Beginning with the first line and ending with the one containing "import react from '@vitejs/plugin-react';", copy the lines of the listing below exactly; omit everything else.

### Supplied entries
· · · · · · ·

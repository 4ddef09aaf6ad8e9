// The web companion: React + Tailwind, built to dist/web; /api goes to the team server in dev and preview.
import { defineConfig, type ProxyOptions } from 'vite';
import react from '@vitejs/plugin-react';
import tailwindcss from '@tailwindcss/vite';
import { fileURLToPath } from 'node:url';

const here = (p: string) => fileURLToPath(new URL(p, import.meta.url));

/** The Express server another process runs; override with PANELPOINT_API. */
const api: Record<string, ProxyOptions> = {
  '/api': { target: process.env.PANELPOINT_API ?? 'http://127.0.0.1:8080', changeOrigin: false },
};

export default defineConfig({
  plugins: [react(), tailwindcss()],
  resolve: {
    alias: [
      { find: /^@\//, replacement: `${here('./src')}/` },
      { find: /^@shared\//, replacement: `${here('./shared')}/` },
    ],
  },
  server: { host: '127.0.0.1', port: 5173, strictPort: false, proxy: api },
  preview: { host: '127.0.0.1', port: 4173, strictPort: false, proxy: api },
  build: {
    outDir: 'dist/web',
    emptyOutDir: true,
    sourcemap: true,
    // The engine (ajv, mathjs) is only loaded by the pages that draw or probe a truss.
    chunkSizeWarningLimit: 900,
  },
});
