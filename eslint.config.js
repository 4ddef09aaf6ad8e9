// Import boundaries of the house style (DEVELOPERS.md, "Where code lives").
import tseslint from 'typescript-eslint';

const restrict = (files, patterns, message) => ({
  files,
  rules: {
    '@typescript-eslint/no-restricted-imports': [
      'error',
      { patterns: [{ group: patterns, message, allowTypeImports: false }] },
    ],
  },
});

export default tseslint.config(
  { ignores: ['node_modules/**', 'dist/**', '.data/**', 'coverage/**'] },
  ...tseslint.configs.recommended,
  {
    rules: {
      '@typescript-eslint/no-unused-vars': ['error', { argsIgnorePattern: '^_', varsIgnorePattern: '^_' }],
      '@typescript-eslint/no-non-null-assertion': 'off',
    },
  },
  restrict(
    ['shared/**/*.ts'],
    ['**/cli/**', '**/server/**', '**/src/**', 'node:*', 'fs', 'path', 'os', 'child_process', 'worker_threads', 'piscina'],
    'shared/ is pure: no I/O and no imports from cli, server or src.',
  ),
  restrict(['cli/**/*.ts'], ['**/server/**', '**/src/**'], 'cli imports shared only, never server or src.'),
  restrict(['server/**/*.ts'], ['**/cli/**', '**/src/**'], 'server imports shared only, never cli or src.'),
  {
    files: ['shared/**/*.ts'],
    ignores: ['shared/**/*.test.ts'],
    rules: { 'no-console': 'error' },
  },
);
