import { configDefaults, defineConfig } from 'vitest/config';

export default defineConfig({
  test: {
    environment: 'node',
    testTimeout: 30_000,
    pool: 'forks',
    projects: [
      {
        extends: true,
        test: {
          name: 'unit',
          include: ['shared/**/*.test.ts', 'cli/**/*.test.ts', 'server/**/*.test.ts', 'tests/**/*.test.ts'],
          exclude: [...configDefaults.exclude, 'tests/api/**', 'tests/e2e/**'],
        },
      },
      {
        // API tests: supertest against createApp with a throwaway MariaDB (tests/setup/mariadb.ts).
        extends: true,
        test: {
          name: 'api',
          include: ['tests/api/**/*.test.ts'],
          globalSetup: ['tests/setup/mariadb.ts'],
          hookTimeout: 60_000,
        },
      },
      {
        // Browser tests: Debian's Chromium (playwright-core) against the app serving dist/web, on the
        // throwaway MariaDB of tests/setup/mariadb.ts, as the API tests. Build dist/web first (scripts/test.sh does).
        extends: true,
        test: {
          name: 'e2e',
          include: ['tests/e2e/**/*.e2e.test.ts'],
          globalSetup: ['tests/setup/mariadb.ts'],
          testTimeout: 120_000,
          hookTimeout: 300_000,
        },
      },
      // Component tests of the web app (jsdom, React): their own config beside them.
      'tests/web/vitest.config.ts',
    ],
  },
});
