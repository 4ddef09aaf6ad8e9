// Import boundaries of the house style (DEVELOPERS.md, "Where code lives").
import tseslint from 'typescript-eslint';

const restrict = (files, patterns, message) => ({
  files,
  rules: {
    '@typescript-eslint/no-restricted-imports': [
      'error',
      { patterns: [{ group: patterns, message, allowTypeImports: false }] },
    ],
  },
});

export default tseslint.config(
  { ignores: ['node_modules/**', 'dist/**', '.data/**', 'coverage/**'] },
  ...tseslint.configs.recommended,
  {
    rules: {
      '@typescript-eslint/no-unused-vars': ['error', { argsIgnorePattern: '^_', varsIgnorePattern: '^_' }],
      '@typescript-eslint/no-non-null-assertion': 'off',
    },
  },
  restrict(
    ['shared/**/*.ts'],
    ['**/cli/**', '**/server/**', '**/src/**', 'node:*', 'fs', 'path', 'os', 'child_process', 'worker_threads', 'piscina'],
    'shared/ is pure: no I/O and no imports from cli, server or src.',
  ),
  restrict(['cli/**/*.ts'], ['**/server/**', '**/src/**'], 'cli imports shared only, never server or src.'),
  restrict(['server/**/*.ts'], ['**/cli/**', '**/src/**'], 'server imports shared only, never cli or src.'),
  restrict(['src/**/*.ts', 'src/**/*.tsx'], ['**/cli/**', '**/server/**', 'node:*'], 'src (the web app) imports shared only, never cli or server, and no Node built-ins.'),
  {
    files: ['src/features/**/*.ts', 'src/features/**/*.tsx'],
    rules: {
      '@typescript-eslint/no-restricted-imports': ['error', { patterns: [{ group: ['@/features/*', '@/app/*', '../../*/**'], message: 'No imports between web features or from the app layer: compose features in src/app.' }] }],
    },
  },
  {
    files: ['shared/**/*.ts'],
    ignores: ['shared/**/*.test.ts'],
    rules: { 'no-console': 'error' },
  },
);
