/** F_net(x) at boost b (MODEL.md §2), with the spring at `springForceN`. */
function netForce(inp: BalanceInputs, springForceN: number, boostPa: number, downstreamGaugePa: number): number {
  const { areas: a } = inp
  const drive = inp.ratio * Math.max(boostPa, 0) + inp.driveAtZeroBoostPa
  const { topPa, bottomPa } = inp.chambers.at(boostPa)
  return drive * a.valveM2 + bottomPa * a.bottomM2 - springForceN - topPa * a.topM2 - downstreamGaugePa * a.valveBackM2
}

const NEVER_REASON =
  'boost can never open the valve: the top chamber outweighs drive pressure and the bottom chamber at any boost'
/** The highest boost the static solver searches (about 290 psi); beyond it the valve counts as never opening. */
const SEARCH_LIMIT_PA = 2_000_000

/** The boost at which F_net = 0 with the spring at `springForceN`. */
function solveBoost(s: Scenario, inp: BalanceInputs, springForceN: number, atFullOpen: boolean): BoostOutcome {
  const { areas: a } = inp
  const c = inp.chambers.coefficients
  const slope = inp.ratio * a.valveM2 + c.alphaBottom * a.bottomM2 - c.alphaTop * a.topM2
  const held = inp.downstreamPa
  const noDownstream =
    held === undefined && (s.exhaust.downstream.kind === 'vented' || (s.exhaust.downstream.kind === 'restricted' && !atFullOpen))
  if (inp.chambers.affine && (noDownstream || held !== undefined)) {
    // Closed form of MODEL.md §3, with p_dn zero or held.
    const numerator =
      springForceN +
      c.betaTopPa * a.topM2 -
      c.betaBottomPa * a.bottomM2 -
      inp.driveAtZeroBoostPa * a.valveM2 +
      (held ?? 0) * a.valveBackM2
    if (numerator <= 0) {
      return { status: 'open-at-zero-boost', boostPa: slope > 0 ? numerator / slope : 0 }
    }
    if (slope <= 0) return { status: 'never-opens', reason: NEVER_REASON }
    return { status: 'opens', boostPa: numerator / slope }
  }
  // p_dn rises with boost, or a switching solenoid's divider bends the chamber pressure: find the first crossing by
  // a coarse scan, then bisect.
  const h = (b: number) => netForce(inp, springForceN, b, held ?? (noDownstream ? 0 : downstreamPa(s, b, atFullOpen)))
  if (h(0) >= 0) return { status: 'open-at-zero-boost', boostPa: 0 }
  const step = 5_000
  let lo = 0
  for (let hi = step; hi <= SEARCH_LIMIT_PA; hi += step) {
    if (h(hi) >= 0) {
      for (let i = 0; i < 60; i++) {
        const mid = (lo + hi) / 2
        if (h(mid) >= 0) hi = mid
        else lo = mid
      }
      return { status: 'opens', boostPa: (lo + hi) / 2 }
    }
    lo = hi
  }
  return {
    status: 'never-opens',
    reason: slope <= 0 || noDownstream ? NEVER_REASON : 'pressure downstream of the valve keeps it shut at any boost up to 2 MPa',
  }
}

· · · · · · ·

### Written answer
repository 4ddef09aaf6ad8e9
// The web companion: React + Tailwind, built to dist/web; /api goes to the team server in dev and preview.
import { defineConfig, type ProxyOptions } from 'vite';
import react from '@vitejs/plugin-react';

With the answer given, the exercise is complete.